Laura Facey is in an enormously productive phase of her work. Recently, she has completed some of the most challenging pieces of her professional life. Spirit Dancer 1999, Earth to Earth 1999, Christ Ascending 2000, Indigo Prayer 2000, and Still Singing 2001 are a group of installations and commisioned works that evidence this surge, all the more remarkable because of their commanding scale and robust physicality. These life size figures with their healthiness have usurped the fragmented body parts and fragile puppet strung forms, that this sculptor sometimes spent months and years honing and refining. Her recent works boldly announce a victory for beauty and vigour over the negative energy that underpinned works such as Goddess of Change 1993. This transformation of output, scale, and content tells the story of a profound shift in Laura Facey's life, productivity and spirituality.
The body, especially the female form, has been a constant in Laura Facey's assemblages. It has been her way of inserting herself into the interior worlds she has explored since childhood. Back then, these worlds were mythical fairyscapes inhabited by Caribbean ghouls and gremlins that echoed a childlike innocence and love of nature. In later years she would act out these fantasies, shunning city life in favour of hunting and fishing trips with her husband to Salt Island, Jamaica, where they had a 'home' with no running water or electricity. Like children of nature they lived primitivelly and instinctively, and Laura used the bones and feathers from the birds they hunted, perhaps believing that they would live on through her work. When personal troubles entered her life, it was this instinct for survival that drove her work. As the backdrop of Salt Island's mangroves and gremlins gave way to pacifying hues of blue and a more inner landscape, the female body, severed and fragile, insinuated itself into her work with increasing persistence.
But looking at Laura Facey's work is always a beautiful experience. Her bodies, despite their mutilation, are perfectly formed and pristine in their presentation. She brings to her exploration of pain, a truth to form, and a personal poetry that makes each piece exquisite. Her tendency to minimalism, means that she only gives the viewer what is essential, and the gesture of the body in all its sadness or wholesomeness, speaks silently and powerfully.
And there is always a tale, because Laura Facey is essentially a story teller as shown in her own children's story Talisman the Goat 1976 and her illustrations for Chairworm and Supershark 1992. Her assemblages harness her earliest experiences in theatre design and her natural tendency to gesamtkunstwerk (total artwork). With these skills she tells us a tale about her life, and her use of found objects, family memorabilia and poetry are the clues she offers for unravelling its mystery. Such exploration of her interior world, motivates works such as Surrender 1997 and Still Singing 2001; works of transformation, that show the body transcending its environment and yielding to a higher form of spirituality.

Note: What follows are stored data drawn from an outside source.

/** `stillwell show`: what a bundle, candidate or segment holds, and whether it can be believed. */
import { keyIdOf, openSealed, publicHalf } from '@stillwell/protocol';
import { Command } from 'commander';
import { hex, openBundleFile, probeDifference } from '../bundle-file.ts';
import { bundleFacts, bundleText } from '../describe-bundle.ts';
import { SEGMENT_MAGIC, segmentFacts, segmentText } from '../describe-segment.ts';
import { TrainError } from '../errors.ts';
import { readBytesFile, readKey } from '../key-file.ts';

/** Exit code where all could be shown, and the file is damaged nevertheless. */
const PROBE_FAILED = 1;

interface ShowOptions {
  readonly key?: string;
  readonly json: boolean;
}

/** The command, to be joined to the program. */
export function showCommand(): Command {
  return new Command('show')
    .description('Shows a sealed bundle (.swb), a candidate (.swc) or a segment, and what of it was verified.')
    .argument('<file>', 'bundle, candidate or segment')
    .option('--key <author.pub>', 'verify the signature with this key; exit code 2 if it does not hold')
    .option('--json', 'as JSON', false)
    .addHelpText(
      'after',
      '\nEnds with exit code 1 where the probe does not hold: the file is damaged, and no gateway takes it.\n' +
        '\nExample:\n  stillwell show pump-7.swb --key author.pub',
    )
    .action(show);
}

function show(file: string, options: ShowOptions): void {
  const content = readBytesFile(file, 'a bundle (.swb), a candidate (.swc) or a segment');
  if (Buffer.from(content.subarray(0, 4)).toString('latin1') === SEGMENT_MAGIC) {
    const facts = segmentFactsOf(file, content);
    print(options.json, { what: 'segment', file, ...facts }, segmentText(facts));
    return;
  }
  const opened = openBundleFile(file);
  const { envelope } = opened;
  if (options.key !== undefined && envelope === null) {
    throw new TrainError(
      'keys',
      `${file} is a candidate: it carries no signature to verify with ${options.key}; seal it first`,
    );
  }
  const signature = envelope === null ? 'none' : verify(content, options.key, file);
  const probe = probeDifference(opened);
  const seal =
    envelope === null
      ? null
      : {
          epoch: envelope.epoch,
          sequence: envelope.sequence,
          keys: envelope.signatures.map((one) => hex(one.keyId)),
          bytes: content.length,
          signature,
        };
  const facts = bundleFacts(opened);
  const lines = [sealText(seal, options.key), probeText(probe), '', bundleText(facts)];
  print(
    options.json,
    { what: seal ? 'bundle' : 'candidate', file, seal, probe: probe ?? 'holds', ...facts },
    lines.join('\n'),
  );
  if (probe !== null) process.exitCode = PROBE_FAILED;
}

function segmentFactsOf(file: string, content: Uint8Array): ReturnType<typeof segmentFacts> {
  try {
    return segmentFacts(content);
  } catch (cause) {
    throw new TrainError('file', `${file}: ${(cause as Error).message}; get it again from the gateway or the archive`, {
      cause,
    });
  }
}

/** @returns 'holds', or 'not verified' without a key to verify with. */
function verify(content: Uint8Array, keyFile: string | undefined, file: string): 'holds' | 'not verified' {
  if (keyFile === undefined) return 'not verified';
  const key = publicHalf(readKey(keyFile));
  try {
    openSealed(content, [key]);
  } catch (cause) {
    throw new TrainError(
      'keys',
      `${file}: ${(cause as Error).message}; ${keyFile} is key ${hex(keyIdOf(key.publicKey))}`,
      { cause },
    );
  }
  return 'holds';
}

function sealText(
  seal: { epoch: number; sequence: number; keys: string[]; bytes: number; signature: string } | null,
  key?: string,
): string {
  if (seal === null) return 'Candidate: not sealed';
  const word =
    seal.signature === 'holds' ? `signature holds (${key})` : 'signature not verified (give --key author.pub to do so)';
  return (
    `Sealed: sequence ${seal.sequence} of key epoch ${seal.epoch}, signed by ${seal.keys.join(', ')}, ${seal.bytes} bytes\n` +
    `Verified: layout, digest, format, shapes, stability; ${word}`
  );
}

function probeText(difference: string | null): string {
  return difference === null
    ? 'Probe: replayed here, every bit as stated'
    : `Probe: DOES NOT HOLD: ${difference}; the file is damaged, get it again or fit again`;
}

function print(isJson: boolean, facts: unknown, text: string): void {
  process.stdout.write(`${isJson ? JSON.stringify(facts) : text}\n`);
}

A process the artist describes as "coming out of a fog".
The clarity in Laura Facey's recent works is a sign of her coming to terms with her past, and, reading between the lines of sculpted poetry need no longer be a chilling experience. The exaltation that supports Christ Ascending, or the interior space opened up by the athletic arc of her demeter like form in Earth to Earth tell a new story about renewal in this artist's life; a story of healing.